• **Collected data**
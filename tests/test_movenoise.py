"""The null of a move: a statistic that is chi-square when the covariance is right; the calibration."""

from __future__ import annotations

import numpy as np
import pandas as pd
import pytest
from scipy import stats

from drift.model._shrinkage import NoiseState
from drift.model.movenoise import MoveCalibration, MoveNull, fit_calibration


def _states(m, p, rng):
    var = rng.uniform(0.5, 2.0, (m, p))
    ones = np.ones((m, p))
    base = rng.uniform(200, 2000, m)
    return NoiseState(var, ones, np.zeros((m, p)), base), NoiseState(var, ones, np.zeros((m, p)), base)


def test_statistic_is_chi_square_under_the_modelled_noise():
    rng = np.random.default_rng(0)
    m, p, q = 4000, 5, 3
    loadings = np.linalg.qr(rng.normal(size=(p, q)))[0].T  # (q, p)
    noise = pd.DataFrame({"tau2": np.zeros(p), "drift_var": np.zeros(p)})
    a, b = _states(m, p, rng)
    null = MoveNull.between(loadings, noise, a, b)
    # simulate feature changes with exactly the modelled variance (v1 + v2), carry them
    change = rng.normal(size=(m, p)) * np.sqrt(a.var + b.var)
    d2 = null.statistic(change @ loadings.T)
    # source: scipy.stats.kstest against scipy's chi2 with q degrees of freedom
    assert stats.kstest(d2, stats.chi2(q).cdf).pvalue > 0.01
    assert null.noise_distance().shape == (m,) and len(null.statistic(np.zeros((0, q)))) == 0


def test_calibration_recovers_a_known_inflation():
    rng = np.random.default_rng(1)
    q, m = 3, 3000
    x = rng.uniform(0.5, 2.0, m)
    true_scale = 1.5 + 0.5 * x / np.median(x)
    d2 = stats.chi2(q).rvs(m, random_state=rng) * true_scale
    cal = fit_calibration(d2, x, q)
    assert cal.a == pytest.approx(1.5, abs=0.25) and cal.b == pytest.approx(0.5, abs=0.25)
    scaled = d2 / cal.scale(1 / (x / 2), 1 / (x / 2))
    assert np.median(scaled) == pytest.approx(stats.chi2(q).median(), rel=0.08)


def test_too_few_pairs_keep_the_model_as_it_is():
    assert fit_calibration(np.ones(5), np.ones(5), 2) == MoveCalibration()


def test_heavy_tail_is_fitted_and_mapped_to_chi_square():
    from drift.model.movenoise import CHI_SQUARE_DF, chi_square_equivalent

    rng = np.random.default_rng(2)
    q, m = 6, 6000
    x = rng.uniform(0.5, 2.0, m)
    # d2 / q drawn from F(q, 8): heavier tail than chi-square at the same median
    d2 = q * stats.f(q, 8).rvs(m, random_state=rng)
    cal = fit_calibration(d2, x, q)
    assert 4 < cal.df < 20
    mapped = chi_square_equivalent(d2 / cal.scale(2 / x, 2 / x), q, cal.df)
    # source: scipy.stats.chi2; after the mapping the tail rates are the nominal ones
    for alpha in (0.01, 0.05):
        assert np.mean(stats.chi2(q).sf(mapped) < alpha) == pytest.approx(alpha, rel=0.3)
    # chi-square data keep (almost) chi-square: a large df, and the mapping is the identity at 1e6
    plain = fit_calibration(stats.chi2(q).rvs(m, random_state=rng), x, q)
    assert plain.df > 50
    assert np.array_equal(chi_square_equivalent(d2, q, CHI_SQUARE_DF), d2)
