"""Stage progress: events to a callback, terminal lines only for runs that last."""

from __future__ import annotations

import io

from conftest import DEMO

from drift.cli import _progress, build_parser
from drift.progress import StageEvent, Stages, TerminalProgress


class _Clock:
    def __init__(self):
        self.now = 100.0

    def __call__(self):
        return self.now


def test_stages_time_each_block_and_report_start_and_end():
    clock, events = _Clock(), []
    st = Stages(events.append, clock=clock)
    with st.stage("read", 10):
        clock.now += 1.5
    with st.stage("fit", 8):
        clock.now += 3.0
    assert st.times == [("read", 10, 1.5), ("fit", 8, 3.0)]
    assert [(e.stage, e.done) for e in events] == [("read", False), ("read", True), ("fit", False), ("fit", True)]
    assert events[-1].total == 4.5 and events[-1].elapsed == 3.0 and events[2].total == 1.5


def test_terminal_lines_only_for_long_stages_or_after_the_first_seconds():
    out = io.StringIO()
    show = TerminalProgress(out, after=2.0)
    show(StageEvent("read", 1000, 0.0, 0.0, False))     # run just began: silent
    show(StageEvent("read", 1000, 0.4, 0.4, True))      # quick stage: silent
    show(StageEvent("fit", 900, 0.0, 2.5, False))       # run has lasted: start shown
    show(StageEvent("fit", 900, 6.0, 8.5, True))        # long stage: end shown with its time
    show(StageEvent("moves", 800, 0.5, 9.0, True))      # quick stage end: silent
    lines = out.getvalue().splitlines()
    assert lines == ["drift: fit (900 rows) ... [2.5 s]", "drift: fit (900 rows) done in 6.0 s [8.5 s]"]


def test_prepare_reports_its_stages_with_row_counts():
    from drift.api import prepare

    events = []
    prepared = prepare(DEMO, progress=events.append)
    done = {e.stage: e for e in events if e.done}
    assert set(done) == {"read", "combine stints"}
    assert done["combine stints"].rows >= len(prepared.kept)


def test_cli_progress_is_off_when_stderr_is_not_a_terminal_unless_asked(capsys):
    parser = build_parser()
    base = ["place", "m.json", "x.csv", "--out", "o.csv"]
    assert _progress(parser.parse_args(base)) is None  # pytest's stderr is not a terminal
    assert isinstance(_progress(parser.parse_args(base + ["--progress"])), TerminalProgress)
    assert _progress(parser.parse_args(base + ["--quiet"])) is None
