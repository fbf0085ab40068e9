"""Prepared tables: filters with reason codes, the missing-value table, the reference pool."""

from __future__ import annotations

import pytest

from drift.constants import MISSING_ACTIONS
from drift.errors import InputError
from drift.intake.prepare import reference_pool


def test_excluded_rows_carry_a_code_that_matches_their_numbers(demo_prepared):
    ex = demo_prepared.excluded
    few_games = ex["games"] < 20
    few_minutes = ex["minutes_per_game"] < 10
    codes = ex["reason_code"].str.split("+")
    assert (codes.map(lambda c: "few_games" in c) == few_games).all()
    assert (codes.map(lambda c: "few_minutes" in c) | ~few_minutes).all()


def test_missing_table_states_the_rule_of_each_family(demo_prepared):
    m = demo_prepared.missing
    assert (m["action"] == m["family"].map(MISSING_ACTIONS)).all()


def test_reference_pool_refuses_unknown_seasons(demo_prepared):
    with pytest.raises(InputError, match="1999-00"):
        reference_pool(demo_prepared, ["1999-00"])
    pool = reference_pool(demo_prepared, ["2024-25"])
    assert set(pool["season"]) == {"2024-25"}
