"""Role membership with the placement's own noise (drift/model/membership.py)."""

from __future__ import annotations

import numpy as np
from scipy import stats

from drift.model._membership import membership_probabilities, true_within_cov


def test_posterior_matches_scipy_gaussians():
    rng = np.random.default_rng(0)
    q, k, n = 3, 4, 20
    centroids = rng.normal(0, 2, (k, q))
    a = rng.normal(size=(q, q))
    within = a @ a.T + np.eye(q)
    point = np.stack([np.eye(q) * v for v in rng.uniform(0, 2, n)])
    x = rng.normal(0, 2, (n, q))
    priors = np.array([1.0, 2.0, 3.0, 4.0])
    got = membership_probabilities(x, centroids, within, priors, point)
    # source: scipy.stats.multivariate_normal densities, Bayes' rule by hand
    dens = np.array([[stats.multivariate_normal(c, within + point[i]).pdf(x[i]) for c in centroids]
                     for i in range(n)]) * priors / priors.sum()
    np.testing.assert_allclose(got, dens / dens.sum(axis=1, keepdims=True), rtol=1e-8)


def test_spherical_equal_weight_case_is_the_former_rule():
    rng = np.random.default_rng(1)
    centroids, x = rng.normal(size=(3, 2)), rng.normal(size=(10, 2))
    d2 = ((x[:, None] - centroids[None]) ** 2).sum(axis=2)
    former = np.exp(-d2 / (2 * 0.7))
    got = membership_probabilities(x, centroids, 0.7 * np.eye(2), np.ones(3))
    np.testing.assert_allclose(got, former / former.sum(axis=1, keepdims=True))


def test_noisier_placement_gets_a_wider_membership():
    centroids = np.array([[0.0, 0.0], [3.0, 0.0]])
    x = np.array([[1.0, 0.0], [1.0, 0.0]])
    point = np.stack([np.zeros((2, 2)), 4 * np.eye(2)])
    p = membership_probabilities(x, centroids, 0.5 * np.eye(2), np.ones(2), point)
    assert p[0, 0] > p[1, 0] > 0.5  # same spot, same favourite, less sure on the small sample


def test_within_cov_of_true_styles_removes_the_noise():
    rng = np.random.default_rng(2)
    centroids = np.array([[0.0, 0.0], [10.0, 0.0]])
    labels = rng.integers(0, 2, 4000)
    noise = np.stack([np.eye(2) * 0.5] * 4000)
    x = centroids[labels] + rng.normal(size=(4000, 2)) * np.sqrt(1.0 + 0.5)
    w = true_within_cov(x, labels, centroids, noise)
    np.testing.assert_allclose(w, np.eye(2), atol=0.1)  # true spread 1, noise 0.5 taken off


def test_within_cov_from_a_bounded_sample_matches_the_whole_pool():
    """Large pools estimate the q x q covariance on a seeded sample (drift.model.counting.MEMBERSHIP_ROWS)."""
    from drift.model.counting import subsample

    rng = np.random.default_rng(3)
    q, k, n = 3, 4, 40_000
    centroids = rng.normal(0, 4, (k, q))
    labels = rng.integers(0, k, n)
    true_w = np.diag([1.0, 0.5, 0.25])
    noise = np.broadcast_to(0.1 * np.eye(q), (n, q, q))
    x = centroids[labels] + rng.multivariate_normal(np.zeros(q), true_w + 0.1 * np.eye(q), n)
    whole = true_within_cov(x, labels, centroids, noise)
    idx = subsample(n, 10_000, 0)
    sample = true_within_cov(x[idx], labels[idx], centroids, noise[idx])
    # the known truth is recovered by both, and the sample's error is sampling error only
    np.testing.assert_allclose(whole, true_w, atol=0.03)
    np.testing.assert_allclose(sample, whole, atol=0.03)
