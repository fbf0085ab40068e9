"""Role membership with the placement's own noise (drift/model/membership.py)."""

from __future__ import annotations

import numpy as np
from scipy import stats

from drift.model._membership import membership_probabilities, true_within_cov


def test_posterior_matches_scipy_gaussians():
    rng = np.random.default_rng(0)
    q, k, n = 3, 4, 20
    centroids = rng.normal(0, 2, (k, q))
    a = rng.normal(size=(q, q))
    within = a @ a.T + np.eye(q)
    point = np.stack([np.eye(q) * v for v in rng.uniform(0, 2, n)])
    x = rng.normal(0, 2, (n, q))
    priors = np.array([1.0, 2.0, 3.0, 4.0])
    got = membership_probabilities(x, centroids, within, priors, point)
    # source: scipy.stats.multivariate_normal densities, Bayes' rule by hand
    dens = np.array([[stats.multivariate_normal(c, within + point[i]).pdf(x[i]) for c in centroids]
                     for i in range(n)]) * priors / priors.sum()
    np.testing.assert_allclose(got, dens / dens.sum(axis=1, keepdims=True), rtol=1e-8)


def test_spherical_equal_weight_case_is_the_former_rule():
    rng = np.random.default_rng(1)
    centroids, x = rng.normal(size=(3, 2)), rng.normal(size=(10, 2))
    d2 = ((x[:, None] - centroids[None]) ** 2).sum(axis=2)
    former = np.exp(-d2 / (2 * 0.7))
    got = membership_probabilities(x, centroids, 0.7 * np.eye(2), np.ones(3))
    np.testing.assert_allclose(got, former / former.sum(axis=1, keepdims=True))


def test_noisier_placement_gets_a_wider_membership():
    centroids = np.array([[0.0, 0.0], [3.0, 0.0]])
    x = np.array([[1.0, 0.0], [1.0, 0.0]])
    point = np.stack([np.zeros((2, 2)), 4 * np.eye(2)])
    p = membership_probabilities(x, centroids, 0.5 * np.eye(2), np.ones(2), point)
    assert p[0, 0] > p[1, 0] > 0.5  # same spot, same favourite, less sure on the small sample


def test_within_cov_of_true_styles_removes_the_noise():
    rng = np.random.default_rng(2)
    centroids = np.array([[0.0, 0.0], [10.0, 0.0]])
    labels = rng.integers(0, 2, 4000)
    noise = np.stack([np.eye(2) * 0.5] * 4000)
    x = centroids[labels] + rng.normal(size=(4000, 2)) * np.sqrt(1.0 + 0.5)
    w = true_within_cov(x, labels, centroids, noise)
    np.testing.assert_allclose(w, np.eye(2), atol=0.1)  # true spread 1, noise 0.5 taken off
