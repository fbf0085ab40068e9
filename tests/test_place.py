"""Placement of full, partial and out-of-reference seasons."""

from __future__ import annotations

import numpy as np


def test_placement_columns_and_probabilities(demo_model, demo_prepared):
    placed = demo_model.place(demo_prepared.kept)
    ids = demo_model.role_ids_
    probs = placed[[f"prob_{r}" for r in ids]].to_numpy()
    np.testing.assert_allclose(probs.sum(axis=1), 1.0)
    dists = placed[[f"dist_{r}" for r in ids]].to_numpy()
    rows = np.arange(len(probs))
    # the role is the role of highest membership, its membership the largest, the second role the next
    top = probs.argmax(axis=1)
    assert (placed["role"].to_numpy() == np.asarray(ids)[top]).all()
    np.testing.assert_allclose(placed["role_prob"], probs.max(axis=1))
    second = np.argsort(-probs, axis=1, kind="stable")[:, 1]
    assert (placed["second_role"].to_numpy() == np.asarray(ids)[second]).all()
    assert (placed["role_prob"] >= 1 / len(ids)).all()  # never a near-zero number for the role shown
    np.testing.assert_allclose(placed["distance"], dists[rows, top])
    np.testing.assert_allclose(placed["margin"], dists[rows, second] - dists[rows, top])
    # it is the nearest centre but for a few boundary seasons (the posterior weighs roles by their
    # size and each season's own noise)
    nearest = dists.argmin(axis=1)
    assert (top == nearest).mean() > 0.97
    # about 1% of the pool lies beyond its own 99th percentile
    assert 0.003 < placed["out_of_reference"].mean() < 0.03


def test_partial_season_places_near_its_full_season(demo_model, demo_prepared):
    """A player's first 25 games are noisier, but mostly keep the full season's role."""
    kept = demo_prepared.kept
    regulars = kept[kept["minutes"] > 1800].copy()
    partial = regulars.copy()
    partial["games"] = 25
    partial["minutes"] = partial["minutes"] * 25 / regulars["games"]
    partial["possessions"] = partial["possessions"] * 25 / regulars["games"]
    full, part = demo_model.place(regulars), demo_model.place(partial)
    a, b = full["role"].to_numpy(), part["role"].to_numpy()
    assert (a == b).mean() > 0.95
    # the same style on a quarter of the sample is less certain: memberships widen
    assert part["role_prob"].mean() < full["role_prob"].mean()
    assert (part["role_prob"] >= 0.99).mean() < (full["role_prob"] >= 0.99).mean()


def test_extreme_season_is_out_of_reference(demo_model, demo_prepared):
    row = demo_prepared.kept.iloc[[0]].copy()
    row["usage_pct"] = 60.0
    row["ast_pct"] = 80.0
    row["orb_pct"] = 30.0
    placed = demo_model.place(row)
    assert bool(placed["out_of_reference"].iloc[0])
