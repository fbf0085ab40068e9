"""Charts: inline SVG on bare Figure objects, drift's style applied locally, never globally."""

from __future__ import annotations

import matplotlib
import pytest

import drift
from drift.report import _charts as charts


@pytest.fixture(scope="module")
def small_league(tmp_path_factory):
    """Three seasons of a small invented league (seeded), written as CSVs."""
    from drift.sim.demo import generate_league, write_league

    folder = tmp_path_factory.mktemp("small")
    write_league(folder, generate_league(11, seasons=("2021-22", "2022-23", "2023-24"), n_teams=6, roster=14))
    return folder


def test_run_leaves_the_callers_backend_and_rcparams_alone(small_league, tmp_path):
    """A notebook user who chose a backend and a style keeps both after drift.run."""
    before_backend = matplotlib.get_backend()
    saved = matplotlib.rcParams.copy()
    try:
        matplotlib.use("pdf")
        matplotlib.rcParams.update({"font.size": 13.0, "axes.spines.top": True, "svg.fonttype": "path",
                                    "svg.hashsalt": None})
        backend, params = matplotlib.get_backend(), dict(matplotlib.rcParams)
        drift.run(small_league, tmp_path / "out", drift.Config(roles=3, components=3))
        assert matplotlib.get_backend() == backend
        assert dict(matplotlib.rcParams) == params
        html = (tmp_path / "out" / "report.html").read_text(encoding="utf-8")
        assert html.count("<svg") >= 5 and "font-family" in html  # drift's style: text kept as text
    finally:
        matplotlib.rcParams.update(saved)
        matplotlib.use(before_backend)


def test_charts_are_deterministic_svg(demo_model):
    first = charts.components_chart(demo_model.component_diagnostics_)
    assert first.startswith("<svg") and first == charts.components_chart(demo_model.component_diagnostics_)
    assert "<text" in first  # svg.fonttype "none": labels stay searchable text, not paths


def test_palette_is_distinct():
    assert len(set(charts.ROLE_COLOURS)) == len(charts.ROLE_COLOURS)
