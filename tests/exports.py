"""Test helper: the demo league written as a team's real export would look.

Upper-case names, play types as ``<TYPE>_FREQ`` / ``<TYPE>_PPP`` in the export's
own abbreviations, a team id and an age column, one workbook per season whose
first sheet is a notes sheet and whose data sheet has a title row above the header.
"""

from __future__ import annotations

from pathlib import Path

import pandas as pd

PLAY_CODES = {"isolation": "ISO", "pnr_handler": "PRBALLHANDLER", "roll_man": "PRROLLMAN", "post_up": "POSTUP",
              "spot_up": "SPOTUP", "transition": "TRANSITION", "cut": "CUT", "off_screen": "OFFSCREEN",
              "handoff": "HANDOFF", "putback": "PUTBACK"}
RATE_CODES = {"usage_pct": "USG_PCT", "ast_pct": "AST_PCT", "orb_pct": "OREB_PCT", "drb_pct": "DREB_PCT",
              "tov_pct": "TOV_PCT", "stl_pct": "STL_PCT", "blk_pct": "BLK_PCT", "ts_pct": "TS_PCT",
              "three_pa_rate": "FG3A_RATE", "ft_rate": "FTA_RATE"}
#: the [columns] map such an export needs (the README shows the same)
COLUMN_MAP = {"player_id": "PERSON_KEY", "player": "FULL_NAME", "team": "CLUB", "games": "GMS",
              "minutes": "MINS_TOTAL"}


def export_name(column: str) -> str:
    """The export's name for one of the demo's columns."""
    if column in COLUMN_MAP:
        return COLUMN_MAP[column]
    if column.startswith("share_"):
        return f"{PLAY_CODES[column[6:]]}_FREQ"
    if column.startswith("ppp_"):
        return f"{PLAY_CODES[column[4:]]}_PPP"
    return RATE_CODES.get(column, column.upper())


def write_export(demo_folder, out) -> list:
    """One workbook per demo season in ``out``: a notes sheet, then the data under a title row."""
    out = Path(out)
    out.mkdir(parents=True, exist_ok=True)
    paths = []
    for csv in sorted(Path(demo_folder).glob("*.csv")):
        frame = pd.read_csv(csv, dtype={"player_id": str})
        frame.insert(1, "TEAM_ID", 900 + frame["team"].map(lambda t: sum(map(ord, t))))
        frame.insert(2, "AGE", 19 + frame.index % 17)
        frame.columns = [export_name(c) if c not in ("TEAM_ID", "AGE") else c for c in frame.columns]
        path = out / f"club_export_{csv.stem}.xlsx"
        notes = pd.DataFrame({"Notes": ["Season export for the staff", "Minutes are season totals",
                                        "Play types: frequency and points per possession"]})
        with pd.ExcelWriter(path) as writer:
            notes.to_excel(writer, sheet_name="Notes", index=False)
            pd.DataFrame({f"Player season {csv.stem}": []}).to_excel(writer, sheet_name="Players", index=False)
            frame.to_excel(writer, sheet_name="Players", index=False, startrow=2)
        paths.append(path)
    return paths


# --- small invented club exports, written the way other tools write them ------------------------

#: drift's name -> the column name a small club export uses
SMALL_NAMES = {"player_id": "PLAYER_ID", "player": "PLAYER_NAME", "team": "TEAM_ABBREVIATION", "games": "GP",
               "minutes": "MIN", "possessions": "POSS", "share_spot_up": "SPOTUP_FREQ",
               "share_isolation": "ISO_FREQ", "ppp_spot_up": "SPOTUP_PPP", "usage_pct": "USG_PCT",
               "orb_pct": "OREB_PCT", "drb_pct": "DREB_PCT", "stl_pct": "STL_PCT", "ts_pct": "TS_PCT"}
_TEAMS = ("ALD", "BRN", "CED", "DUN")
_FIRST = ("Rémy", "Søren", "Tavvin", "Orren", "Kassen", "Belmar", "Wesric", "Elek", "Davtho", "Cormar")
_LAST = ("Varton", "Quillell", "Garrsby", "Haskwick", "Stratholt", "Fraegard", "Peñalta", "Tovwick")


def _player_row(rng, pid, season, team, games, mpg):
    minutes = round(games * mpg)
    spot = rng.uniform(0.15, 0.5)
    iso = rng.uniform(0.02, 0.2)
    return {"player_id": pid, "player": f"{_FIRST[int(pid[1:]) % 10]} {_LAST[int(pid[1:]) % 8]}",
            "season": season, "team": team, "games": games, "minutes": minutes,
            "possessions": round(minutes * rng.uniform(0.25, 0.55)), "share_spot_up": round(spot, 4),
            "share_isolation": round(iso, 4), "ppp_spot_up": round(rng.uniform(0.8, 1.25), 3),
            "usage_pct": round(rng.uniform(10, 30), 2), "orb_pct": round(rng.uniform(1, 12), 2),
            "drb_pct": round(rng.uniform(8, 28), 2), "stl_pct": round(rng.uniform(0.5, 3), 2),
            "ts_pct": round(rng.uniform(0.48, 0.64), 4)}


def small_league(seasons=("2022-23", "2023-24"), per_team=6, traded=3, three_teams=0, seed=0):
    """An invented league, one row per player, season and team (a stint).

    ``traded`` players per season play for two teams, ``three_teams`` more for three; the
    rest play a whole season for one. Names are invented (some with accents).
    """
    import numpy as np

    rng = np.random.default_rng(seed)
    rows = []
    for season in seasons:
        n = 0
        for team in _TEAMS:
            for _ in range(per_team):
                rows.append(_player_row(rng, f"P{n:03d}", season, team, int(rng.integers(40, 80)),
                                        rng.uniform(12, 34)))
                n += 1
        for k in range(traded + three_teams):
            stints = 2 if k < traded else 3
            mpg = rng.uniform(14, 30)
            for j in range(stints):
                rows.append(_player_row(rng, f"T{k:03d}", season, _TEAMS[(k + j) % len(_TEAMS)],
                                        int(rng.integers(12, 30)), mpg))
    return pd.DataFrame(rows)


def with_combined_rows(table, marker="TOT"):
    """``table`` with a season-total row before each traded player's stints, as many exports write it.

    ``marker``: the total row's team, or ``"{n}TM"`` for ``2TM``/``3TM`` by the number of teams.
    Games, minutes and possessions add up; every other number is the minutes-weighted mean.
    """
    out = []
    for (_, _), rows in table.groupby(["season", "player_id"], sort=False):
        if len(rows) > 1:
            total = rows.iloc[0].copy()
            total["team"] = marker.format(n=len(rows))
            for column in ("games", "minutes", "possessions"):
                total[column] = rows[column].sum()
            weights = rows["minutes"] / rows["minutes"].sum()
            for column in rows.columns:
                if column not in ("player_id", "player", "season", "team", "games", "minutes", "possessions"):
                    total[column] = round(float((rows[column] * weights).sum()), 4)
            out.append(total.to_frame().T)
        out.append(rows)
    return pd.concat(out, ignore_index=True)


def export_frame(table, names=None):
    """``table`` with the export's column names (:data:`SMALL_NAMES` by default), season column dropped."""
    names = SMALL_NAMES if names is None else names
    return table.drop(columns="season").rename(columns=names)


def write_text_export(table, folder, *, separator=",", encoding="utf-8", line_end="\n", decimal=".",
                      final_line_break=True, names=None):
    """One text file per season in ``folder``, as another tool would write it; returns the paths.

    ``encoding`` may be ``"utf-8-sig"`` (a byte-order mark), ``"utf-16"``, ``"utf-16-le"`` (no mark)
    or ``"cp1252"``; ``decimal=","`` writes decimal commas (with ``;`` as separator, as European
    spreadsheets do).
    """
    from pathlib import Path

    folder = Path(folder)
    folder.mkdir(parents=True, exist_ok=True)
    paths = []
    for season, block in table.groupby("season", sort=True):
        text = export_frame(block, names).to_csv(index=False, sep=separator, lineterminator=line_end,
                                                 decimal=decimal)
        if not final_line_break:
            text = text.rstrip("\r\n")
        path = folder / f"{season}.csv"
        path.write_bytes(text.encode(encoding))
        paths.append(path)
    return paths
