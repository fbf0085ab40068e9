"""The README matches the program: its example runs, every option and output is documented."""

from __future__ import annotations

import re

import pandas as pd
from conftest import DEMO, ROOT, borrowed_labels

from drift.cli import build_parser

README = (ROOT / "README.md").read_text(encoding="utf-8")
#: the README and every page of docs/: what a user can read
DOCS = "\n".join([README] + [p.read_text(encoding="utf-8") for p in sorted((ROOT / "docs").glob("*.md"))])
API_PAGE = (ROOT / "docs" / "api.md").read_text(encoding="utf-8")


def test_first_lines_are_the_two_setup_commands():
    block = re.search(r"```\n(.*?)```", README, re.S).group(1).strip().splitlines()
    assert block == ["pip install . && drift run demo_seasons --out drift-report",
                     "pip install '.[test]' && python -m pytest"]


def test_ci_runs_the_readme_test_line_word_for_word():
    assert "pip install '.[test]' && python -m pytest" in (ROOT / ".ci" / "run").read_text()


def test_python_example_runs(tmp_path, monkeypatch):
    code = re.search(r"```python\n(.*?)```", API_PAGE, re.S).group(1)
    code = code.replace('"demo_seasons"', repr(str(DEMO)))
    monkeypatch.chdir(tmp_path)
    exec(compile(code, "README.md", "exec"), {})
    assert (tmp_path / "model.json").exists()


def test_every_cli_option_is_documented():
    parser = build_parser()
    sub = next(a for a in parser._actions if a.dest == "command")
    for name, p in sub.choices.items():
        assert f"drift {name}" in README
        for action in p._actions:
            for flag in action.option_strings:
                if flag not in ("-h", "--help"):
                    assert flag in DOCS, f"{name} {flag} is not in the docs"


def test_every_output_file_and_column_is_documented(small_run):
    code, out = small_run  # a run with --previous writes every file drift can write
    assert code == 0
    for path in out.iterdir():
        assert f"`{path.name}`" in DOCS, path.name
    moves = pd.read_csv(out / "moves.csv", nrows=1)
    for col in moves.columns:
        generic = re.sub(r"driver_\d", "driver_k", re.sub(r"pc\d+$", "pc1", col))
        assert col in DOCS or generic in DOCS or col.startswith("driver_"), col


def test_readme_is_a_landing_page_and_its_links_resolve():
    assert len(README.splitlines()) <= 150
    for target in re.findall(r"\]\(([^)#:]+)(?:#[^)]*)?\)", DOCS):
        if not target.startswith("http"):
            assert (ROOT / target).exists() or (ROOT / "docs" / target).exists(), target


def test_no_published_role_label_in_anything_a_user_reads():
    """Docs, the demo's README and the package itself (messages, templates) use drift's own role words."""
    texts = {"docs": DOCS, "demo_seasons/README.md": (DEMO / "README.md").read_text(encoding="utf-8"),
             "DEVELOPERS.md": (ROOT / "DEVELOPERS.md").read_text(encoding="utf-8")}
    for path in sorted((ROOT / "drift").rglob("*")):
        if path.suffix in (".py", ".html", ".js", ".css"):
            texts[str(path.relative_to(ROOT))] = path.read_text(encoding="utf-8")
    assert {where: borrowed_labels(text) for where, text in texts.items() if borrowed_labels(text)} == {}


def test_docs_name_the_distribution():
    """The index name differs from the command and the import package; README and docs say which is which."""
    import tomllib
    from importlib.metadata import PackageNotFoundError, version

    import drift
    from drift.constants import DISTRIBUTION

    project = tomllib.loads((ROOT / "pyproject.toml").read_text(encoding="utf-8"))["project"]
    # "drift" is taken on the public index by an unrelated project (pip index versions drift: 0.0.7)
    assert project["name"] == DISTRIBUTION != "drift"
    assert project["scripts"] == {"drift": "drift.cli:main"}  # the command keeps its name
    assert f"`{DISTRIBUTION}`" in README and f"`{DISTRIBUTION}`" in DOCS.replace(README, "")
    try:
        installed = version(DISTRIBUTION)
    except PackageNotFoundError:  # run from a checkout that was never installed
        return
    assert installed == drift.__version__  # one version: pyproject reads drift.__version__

• **WHAT IS REQUIRED**
Wherever a line of the entries holds the string "monkeypatch", copy that line.

• **RESPONSE AREA**
def test_python_example_runs(tmp_path, monkeypatch):
    monkeypatch.chdir(tmp_path)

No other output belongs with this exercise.